On January 8, we witnessed a horrific scene in Brazil as thousands of misinformed and manipulated supporters of Mr. Bolsonaro stormed and ransacked Brazil’s National Congress, Supreme Federal Court, and presidential palace.  These actions were preceded by his refusal to accept Brazil’s free and fair October 2022 election and by a months-long campaign he waged to deliberately undermine Brazil’s public faith in the country’s democratic institutions, even as the region has struggled for decades to emerge from authoritarian and military rule.[1]  Mr. Bolsonaro also declined to attend the inauguration of his democratically-elected successor, President Luiz Inácio Lula da Silva, and instead fled to the United States, apparently using a visa that was contingent on his now-expired status as a head of state to enter into the country.  Notably, he is reportedly the subject of multiple criminal probes in Brazil.[2]  The Brazilian people deserve an opportunity to conduct a full investigation into allegations that Mr. Bolsonaro incited the January 8 attack on their government buildings and engaged in other criminal conduct, and to hold him accountable for any crimes he may have committed. 
 
Mr. Bolsonaro was reportedly admitted to the United States based on a diplomatic or “A” nonimmigrant visa granted to him as a result of his former role as a head of state.[3]  Generally speaking, if an A visa holder in the United States is no longer engaged in official business on behalf of their government, the visa holder must either depart the United States or request another immigration status within 30 days.[4]  If Mr. Bolsonaro does not promptly depart the United States, you have authority under section 212(f) of the Immigration and Nationality Act (INA) to deem his entry detrimental to the interests of the United States, thereby rendering him inadmissible.[5]  Prior to the end of the 30-day period, the Secretary of State may also revoke Mr. Bolsonaro’s visa, and such action would render him deportable.[6] 
 
The United States must not be a safe haven for those who seek to undermine free and fair democratic elections or the peaceful democratic transfer of power, particularly by inciting violence, regardless of the position of power they previously held.  As such, I urge your Administration to use such available authorities to ensure that former President Bolsonaro cannot remain in the United States.  If you determine that you are unable to remove him under existing immigration law, please notify me as soon as possible.  When the Senate returns to session, I am planning to introduce legislation to clarify the Executive Branch’s authority in this area. 
 
As you give this matter your urgent attention, I also request that the Secretary of State and the Secretary of Homeland Security, as appropriate, promptly provide the following information:
                                                                                                         
  1. What visa was issued to former President Bolsonaro, and for how long is that visa valid?  If he has changed status since entry, what immigration status does he currently hold in the United States?
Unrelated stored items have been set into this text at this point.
"""Tests of the dimming time profile and the recovery times (synthcorona.dimming.profile)."""
import math

import astropy.units as u
import numpy as np
import pytest

from synthcorona.dimming import recovery_time, refill_time
from synthcorona.dimming.profile import binned_profile, dimming_profile, profile_integral


def test_profile_shape_and_integral():
    t0, a, tau = 100.0, 50.0, 1000.0
    t = np.array([0.0, 99.0, 125.0, 150.0, 1150.0])
    np.testing.assert_allclose(dimming_profile(t, t0, a, tau), [0, 0, 0.5, 1.0, math.exp(-1)], rtol=1e-12)
    # integral to infinity = a/2 + tau (closed form)
    assert profile_integral(1e9, t0, a, tau) == pytest.approx(a / 2 + tau, rel=1e-12)
    edges = np.linspace(0, 1e5, 2001)
    p = binned_profile(edges, t0, a, tau)
    assert np.sum(p * np.diff(edges)) == pytest.approx(a / 2 + tau, rel=1e-9)


def test_recovery_times():
    # hand value: c_s = sqrt(5/3 * 2 k 1.5e6 / m_p) = 2.035e7 cm/s; tau = 1e10 / (0.05 c_s) = 9828 s
    assert refill_time(1e10 * u.cm, 1.5e6 * u.K).value == pytest.approx(9828, rel=2e-3)
    tc = recovery_time("cooling", loop_half_length=1e10 * u.cm, temperature=1.5e6 * u.K, density=1e9 * u.cm ** -3)
    assert 1e2 < tc.to_value(u.s) < 1e6
    assert recovery_time(2 * u.h).to_value(u.s) == 7200
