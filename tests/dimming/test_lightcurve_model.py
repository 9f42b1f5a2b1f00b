"""Tests of the fast light-curve model for fitting (synthcorona.dimming.lightcurve_model).

References: the model must reproduce DimmingScenario.light_curve (the full computation it is a fast copy of;
a self-consistency check, 1e-9); the likelihood is the Poisson log-likelihood and the Cash (1979, ApJ 228, 939)
statistic C = -2 ln L up to a data-only constant; the injected mass is recovered at the likelihood peak
(injection-recovery, no outside value).
"""
import astropy.units as u
import numpy as np
import pytest
from dimming_setups import default_star_scenario, star_flare_scenario, star_scenario
from scipy.optimize import minimize_scalar

from synthcorona.dimming import DimmingLightCurveModel
from synthcorona.dimming.statistics import poisson_loglike
from synthcorona.errors import InputError


@pytest.fixture
def star():
    """The invented K dwarf at 2 pc with a 1e18 g CME, no flare."""
    return default_star_scenario()


@pytest.fixture
def star_flare():
    """The K dwarf with a 1e18 g CME and a 1e33 erg flare."""
    return star_flare_scenario()


def test_model_matches_scenario(star_flare):
    model = DimmingLightCurveModel(star_flare)
    lc = star_flare.light_curve()
    r = model(lc.time.values * u.s)
    assert r.shape == (2, lc.sizes["time"])
    np.testing.assert_allclose(r, lc.expected.values, rtol=1e-9)
    lc2 = star_flare.light_curve(mass=1e16 * u.g)
    np.testing.assert_allclose(model(lc2.time.values, mass=1e16 * u.g), lc2.expected.values, rtol=1e-9)
    np.testing.assert_allclose(model(lc.time.values, flare_scale=0.0),
                               (lc.quiescent - lc.dimming_decrement).values, rtol=1e-9)


def test_cash_likelihood_peaks_at_true_mass():
    star = star_scenario(mass=3e18 * u.g)               # ~4 % deep in sc-fe12: a ~20 sigma dimming
    model = DimmingLightCurveModel(star)
    lc = star.light_curve(n_realisations=1, seed=11)
    counts = lc.counts.values[0]
    t = lc.time.values
    m_true = star.cme.mass.value
    masses = m_true * np.array([0.5, 0.7, 1.0, 1.4, 2.0])
    ll = np.array([model.loglike(counts, t, mass=m) for m in masses])
    assert masses[np.argmax(ll)] == m_true
    # maximum-likelihood mass: a ~20 sigma dimming gives ~5 % statistical error; allow 4 sigma (20 %)
    fit = minimize_scalar(lambda x: model.cash(counts, t, mass=x * m_true), bounds=(0.3, 3.0), method="bounded")
    assert abs(fit.x - 1) < 0.2
    # the log-likelihood equals statistics.poisson_loglike of the same expected counts
    mu = model.expected_counts(t)
    assert model.loglike(counts, t) == pytest.approx(float(poisson_loglike(counts, mu).sum()), rel=1e-12)
    assert model.cash(counts, t) == pytest.approx(-2 * model.loglike(counts, t), rel=1e-15)


def test_model_refuses_impossible_masses(star):
    model = DimmingLightCurveModel(star)
    t = np.arange(100) * 60.0 + 30.0
    with pytest.raises(InputError, match="mass"):
        model(t, mass=2 * star.max_mass)
    with pytest.raises(InputError, match="contiguous"):
        model(np.array([30.0, 90.0, 300.0]))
  2. Under section 237(a)(1)(C) of the INA, a noncitizen who was admitted as nonimmigrant and who has failed to comply with the conditions of the nonimmigrant status in which he or she was admitted is deportable from the United States.  If Mr. Bolsonaro does not leave, as required by law, when his visa expires, what steps are being taken to ensure that he cannot remain in the United States? 
  3. To the extent that Mr. Bolsonaro is in a status that will not expire in 30 days, what interagency steps are being taken by the Department of State and Department of Homeland Security to coordinate revocation of any nonimmigrant status and apply the appropriate grounds of deportability?
 
Thank you for prompt attention to this important matter.